Ginette Marechal es una joven haitiana de 1,83 metros de estatura, piel morena y complexión atlética, residente en Brockton, Massachusetts. Mientras estudiaba en el Massasoit Community College, entabló amistad con Majida Hamideh, una joven musulmana saudí. Majida, de baja estatura, curvas pronunciadas, piel bronceada y cabello oscuro, que usa hiyab, provenía del otro lado del mundo, pero en el fondo, Majida y Ginette tenían mucho en común. Para empezar, ambas son muy religiosas. Ginette asiste a la iglesia del Sagrado Corazón, la iglesia católica mayoritariamente haitiana de Brockton, y Majida asiste a una pequeña mezquita en el sur de Boston. No hay nada de malo en que mujeres de diferentes religiones encuentren puntos en común. De eso se trata la vida universitaria…
El campus de Massasoit Community College es uno de los más diversos de todo Massachusetts. Para empezar, está ubicado en la ciudad de Brockton, cuya población de cien mil habitantes es mayoritariamente negra. Así es, la ciudad de Brockton tiene una población mayoritariamente minoritaria, con los negros representando el cincuenta y dos por ciento de sus habitantes. Ginette Marechal optó por estudiar en Massasoit Community College por esta razón. Cuando Ginette visitó la Universidad Estatal de Bridgewater, no la encontró amigable ni acogedora. Tras matricularse en el programa de justicia penal y unirse al equipo de fútbol femenino, Ginette también asumió las funciones de recepcionista en el campus. Así fue como Ginette Marechal conoció a Majida Hamideh de Arabia Saudita…

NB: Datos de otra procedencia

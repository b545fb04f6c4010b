using System.Text;
using Xunit;

namespace Drypeak.Service.Tests.Laboratory;

/// <summary>400: a body that is no JSON, or does not have the members of the contract.</summary>
public sealed class FaultsOfFormTests(RunningService service)
{
    [Theory]
    [InlineData("", " empty-body")]
    [InlineData(" \n", " empty-body")]
    [InlineData("null", " wrong-type")]
    [InlineData("[]", " wrong-type")]
    [InlineData("7", " wrong-type")]
    [InlineData("\"specimens\"", " wrong-type")]
    [InlineData("{}", "/specimens missing-member")]
    [InlineData("{", " syntax")]
    [InlineData("{\"specimens\":[", "/specimens/0 syntax")]
    [InlineData("{\"specimens\":[{\"label\":\"1\"},]}", "/specimens/1 syntax")]
    [InlineData("{'specimens':[]}", " syntax")]
    [InlineData("{specimens:[]}", " syntax")]
    [InlineData("{\"specimens\":[]} {}", " syntax")]
    [InlineData("{\"waterTemperature\": NaN}", "/waterTemperature syntax")]
    [InlineData("{\"waterTemperature\": -Infinity}", "/waterTemperature syntax")]
    [InlineData("{\"waterTemperature\": 20,5}", " syntax")]
    [InlineData("{\"waterTemperature\": .5}", "/waterTemperature syntax")]
    [InlineData("{\"waterTemperature\": 020}", "/waterTemperature syntax")]
    [InlineData("{\"waterTemperature\": 0x14}", "/waterTemperature syntax")]
    [InlineData("{\"reference\": \"a\tb\"}", "/reference syntax")]
    [InlineData("{\"reference\": \"\\x\"}", "/reference syntax")]
    [InlineData("{\"reference\": \"\\ud800\"}", "/reference lone-surrogate")]
    [InlineData("{\"\\udc00\": 1}", " lone-surrogate")]
    [InlineData("// a comment\n{}", " syntax")]
    [InlineData("specimen\tmass\n1\t6064.2", " syntax")]
    public async Task A_body_that_is_no_object_in_JSON_is_refused_at_the_place_where_it_breaks(string body, string expected)
    {
        var refusal = await service.RefusalAsync(body);
        Assert.Equal(400, refusal.Status);
        Assert.Equal([expected], refusal.Faults);
    }

    [Fact]
    public async Task Bytes_that_are_not_UTF_8_are_refused()
    {
        using var content = RunningService.Json("");
        using var body = new ByteArrayContent([.. "{\"reference\":\"M"u8, 0xFC, .. "ller\",\"specimens\":[]}"u8]) { Headers = { ContentType = content.Headers.ContentType } };
        using var response = await service.Client.PostAsync(new Uri(RunningService.MoistureDensity, UriKind.Relative), body, TestContext.Current.CancellationToken);
        var refusal = await Refusal.Of(response);
        Assert.Equal(400, refusal.Status);
        Assert.Equal([" invalid-utf-8"], refusal.Faults);
    }

    [Fact]
    public async Task A_body_nested_beyond_the_bound_is_refused_and_not_followed()
    {
        var refusal = await service.RefusalAsync(new StringBuilder("{\"specimens\":").Append('[', 100_000).ToString());
        Assert.Equal(400, refusal.Status);
        Assert.Equal("too-deep", Assert.Single(refusal.Errors).Code);
    }

    [Theory]
    [InlineData("/colour", "1", null)]
    [InlineData("/Specimens", "[]", "specimens")]
    [InlineData("/referense", "\"x\"", "reference")]
    [InlineData("/units/tinmass", "\"g\"", "tinMass")]
    [InlineData("/units/liquid", "\"L\"", null)]
    [InlineData("/mold/vollume", "943", "volume")]
    [InlineData("/specificGravity/values", "2.7", "value")]
    [InlineData("/specimens/1/watercontent", "12", "waterContent")]
    [InlineData("/specimens/1/moldAndWetSoils", "12", "moldAndWetSoil")]
    [InlineData("/specimens/4/setaside", "\"torn\"", "setAside")]
    [InlineData("/specimens/0/tins/0/drry", "130", "dry")]
    [InlineData("/specimens/0/tins/0/mass", "130", null)]
    public async Task An_unknown_member_is_named_with_the_member_that_was_probably_meant(string place, string json, string? meant)
    {
        var refusal = await service.RefusalAsync(Body.With(place, json));
        Assert.Equal(400, refusal.Status);
        Assert.Equal([$"{place} unknown-member"], refusal.Faults);
        Assert.EndsWith(meant is null ? "." : $"Did you mean \"{meant}\"?", refusal.Message, StringComparison.Ordinal);
    }

    [Theory]
    [InlineData("/specimens/0/mold", """{"volume":943,"hight":116}""", "/specimens/0/mold/hight")]
    [InlineData("/specimens/0/carbide", """{"reading":9.1,"half":true}""", "/specimens/0/carbide/half")]
    [InlineData("/oversize", """{"percent":9,"gravity":2.7}""", "/oversize/gravity")]
    [InlineData("/particlesAbove", """{"sieve":4.75,"percent":9,"passing":91}""", "/particlesAbove/passing")]
    [InlineData("/curve", """{"name":"auto"}""", "/curve/name")]
    [InlineData("/curve", """{"adopted":{"waterContent":14,"maximumDryDensity":1.86,"reason":"by hand","by":"me"}}""", "/curve/adopted/by")]
    [InlineData("/lines", """{"zeroAirVoids":true}""", "/lines/zeroAirVoids")]
    [InlineData("/uncertainty", """{"balance":0.1}""", "/uncertainty/balance")]
    [InlineData("/effort", """{"rammerMass":2500,"drop":305,"layers":3,"blows":25,"height":305}""", "/effort/height")]
    public async Task An_unknown_member_is_found_in_every_block(string place, string json, string expected)
    {
        var refusal = await service.RefusalAsync(Body.With(("/method", "\"custom\""), (place, json)));
        Assert.Equal(400, refusal.Status);
        Assert.Equal([$"{expected} unknown-member"], refusal.Faults);
    }

    [Theory]
    [InlineData("/specimens", Body.Absent, "/specimens")]
    [InlineData("/specimens/2/tins/0/tin", Body.Absent, "/specimens/2/tins/0/tin")]
    [InlineData("/specimens/2/tins/0/wet", Body.Absent, "/specimens/2/tins/0/wet")]
    [InlineData("/specimens/2/tins/0/dry", Body.Absent, "/specimens/2/tins/0/dry")]
    [InlineData("/specimens/2/carbide", """{"halfSample":true}""", "/specimens/2/carbide/reading")]
    [InlineData("/specificGravity/value", Body.Absent, "/specificGravity/value")]
    [InlineData("/oversize", """{"specificGravity":2.7}""", "/oversize/percent")]
    [InlineData("/particlesAbove", """{"percent":12}""", "/particlesAbove/sieve")]
    [InlineData("/particlesAbove", """{"sieve":4.75}""", "/particlesAbove/percent")]
    [InlineData("/effort", """{"drop":305,"layers":3,"blows":25}""", "/effort/rammerMass")]
    [InlineData("/effort", """{"rammerMass":2500,"layers":3,"blows":25}""", "/effort/drop")]
    [InlineData("/effort", """{"rammerMass":2500,"drop":305,"blows":25}""", "/effort/layers")]
    [InlineData("/effort", """{"rammerMass":2500,"drop":305,"layers":3}""", "/effort/blows")]
    [InlineData("/curve", """{"adopted":{"maximumDryDensity":1.86,"reason":"by hand"}}""", "/curve/adopted/waterContent")]
    [InlineData("/curve", """{"adopted":{"waterContent":14,"reason":"by hand"}}""", "/curve/adopted/maximumDryDensity")]
    [InlineData("/curve", """{"adopted":{"waterContent":14,"maximumDryDensity":1.86}}""", "/curve/adopted/reason")]
    public async Task A_missing_member_is_refused_at_its_own_place(string place, string json, string expected)
    {
        var refusal = await service.RefusalAsync(Body.With(("/method", "\"custom\""), (place, json)));
        Assert.Equal(400, refusal.Status);
        Assert.Equal([$"{expected} missing-member"], refusal.Faults);
        Assert.Contains($"\"{expected[(expected.LastIndexOf('/') + 1)..]}\" is missing. Give it", refusal.Message, StringComparison.Ordinal);
    }

    [Theory]
    [InlineData("\"mass\": 4250.0", "\"mass\": 4250.0, \"mass\": 4250.0", "/mold/mass")]
    [InlineData("\"wet\": 143.0", "\"wet\": 143.0, \"w\\u0065t\": 143.5", "/specimens/1/tins/0/wet")]
    [InlineData("\"label\": \"3\"", "\"label\": \"3\", \"label\": \"3a\"", "/specimens/2/label")]
    [InlineData("\"method\":", "\"units\": {}, \"method\":", "/units")]
    public async Task A_member_that_stands_twice_is_refused(string text, string twice, string expected)
    {
        var refusal = await service.RefusalAsync(Body.Sound.Replace(text, twice, StringComparison.Ordinal));
        Assert.Equal(400, refusal.Status);
        Assert.Equal([$"{expected} repeated-member"], refusal.Faults);
    }

    [Theory]
    [InlineData("/specimens", "null")]
    [InlineData("/specimens/2", "null")]
    [InlineData("/specimens/0/tins/0", "null")]
    [InlineData("/specimens/0/tins/0/dry", "null")]
    [InlineData("/specificGravity/value", "null")]
    [InlineData("/lines", """{"saturation":[100,null]}""", "/lines/saturation/1")]
    [InlineData("/lines", """{"airVoids":[null]}""", "/lines/airVoids/0")]
    [InlineData("/identification", """{"project":null}""", "/identification/project")]
    [InlineData("/curve", """{"adopted":{"waterContent":14,"maximumDryDensity":1.86,"reason":null}}""", "/curve/adopted/reason")]
    public async Task Null_is_refused_in_lists_and_where_a_value_is_needed(string place, string json, string? expected = null)
    {
        var refusal = await service.RefusalAsync(Body.With(place, json));
        Assert.Equal(400, refusal.Status);
        Assert.Equal([$"{expected ?? place} null-not-allowed"], refusal.Faults);
    }

    [Theory]
    [InlineData("/reference", "null")]
    [InlineData("/method", "null")]
    [InlineData("/units", "null")]
    [InlineData("/units/tinMass", "null")]
    [InlineData("/specificGravity", "null")]
    [InlineData("/specimens/1/label", "null")]
    [InlineData("/specimens/1/setAside", "null")]
    [InlineData("/specimens/1/waterContent", "null")]
    [InlineData("/curve", """{"model":null,"adopted":null}""")]
    [InlineData("/trace", "null")]
    public async Task Null_is_as_good_as_nothing_where_a_member_is_optional(string place, string json) =>
        Assert.NotEqual(default, (await service.AnswerAsync(Body.With(place, json))).GetProperty("optimum"));

    [Theory]
    [InlineData("/reference", "7", "a text")]
    [InlineData("/method", "[]", "a text")]
    [InlineData("/units", "\"SI\"", "an object")]
    [InlineData("/units/mass", "1", "a text")]
    [InlineData("/mold", "[]", "an object")]
    [InlineData("/mold/volume", "\"943.0\"", "a number")]
    [InlineData("/mold/volume", "\"943,0\"", "a number")]
    [InlineData("/mold/volume", "true", "a number")]
    [InlineData("/mold/volume", "{\"value\":943}", "a number")]
    [InlineData("/specificGravity", "2.70", "an object")]
    [InlineData("/specimens", "{}", "a list")]
    [InlineData("/specimens/0", "\"1\"", "an object")]
    [InlineData("/specimens/0/label", "1", "a text")]
    [InlineData("/specimens/0/tins", "{}", "a list")]
    [InlineData("/specimens/0/tins/0", "[30,140,130]", "an object")]
    [InlineData("/specimens/0/tins/0/dry", "[130]", "a number")]
    [InlineData("/specimens/0/setAside", "true", "a text")]
    [InlineData("/identification", "[\"a\"]", "an object")]
    [InlineData("/curve", "\"auto\"", "an object")]
    [InlineData("/lines", "[90]", "an object")]
    [InlineData("/trace", "\"true\"", "true or false")]
    [InlineData("/trace", "1", "true or false")]
    [InlineData("/waterTemperature", "\"20\"", "a number")]
    public async Task A_value_of_another_type_is_refused_with_the_type_expected(string place, string json, string type)
    {
        var refusal = await service.RefusalAsync(Body.With(place, json));
        Assert.Equal(400, refusal.Status);
        Assert.Equal([$"{place} wrong-type"], refusal.Faults);
        Assert.Contains($"Expected {type}, received ", refusal.Message, StringComparison.Ordinal);
    }

    [Theory]
    [InlineData("/effort", """{"rammerMass":2500,"drop":305,"layers":2.5,"blows":25}""", "/effort/layers wrong-type")]
    [InlineData("/effort", """{"rammerMass":2500,"drop":305,"layers":3,"blows":99999999999}""", "/effort/blows number-out-of-range")]
    [InlineData("/specimens/0/carbide", """{"reading":9.1,"halfSample":"yes"}""", "/specimens/0/carbide/halfSample wrong-type")]
    [InlineData("/lines", """{"saturation":90}""", "/lines/saturation wrong-type")]
    [InlineData("/lines", """{"saturation":["90"]}""", "/lines/saturation/0 wrong-type")]
    [InlineData("/identification", """{"project":1}""", "/identification/project wrong-type")]
    [InlineData("/waterTemperature", "1e999", "/waterTemperature number-out-of-range")]
    [InlineData("/waterTemperature", "-1e999", "/waterTemperature number-out-of-range")]
    [InlineData("/specimens/0/tins/0/dry", "1e400", "/specimens/0/tins/0/dry number-out-of-range")]
    [InlineData("/lines", """{"airVoids":[5,1e309]}""", "/lines/airVoids/1 number-out-of-range")]
    public async Task Whole_numbers_truths_items_and_numbers_beyond_all_range_are_looked_at_too(string place, string json, string expected)
    {
        var refusal = await service.RefusalAsync(Body.With(("/method", "\"custom\""), (place, json)));
        Assert.Equal(400, refusal.Status);
        Assert.Equal([expected], refusal.Faults);
    }
}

Las mujeres que aman a otras mujeres se reconocen al instante, así de simple. En el momento en que los ojos de Ginette se encontraron con los de Majida, cada una reconoció a la otra como miembro de la Hermandad Internacional de las Lamedoras de Vaginas. Es una sociedad invisible que, sin embargo, nos rodea. Las almas gemelas sin duda se perciben. Ginette, alta, voluptuosa, curvilínea y atlética, tiene un aire de chica masculina, mientras que Majida es bajita, curvilínea y muy femenina. Tras hacerse amigas, Ginette y Majida empezaron a verse con frecuencia. El destino quiso que, una noche, las dos jóvenes fueran juntas a casa y tuvieran un encuentro íntimo. No hay nada de malo en el amor lésbico interracial e interreligioso. Al fin y al cabo, estamos en el siglo XXI…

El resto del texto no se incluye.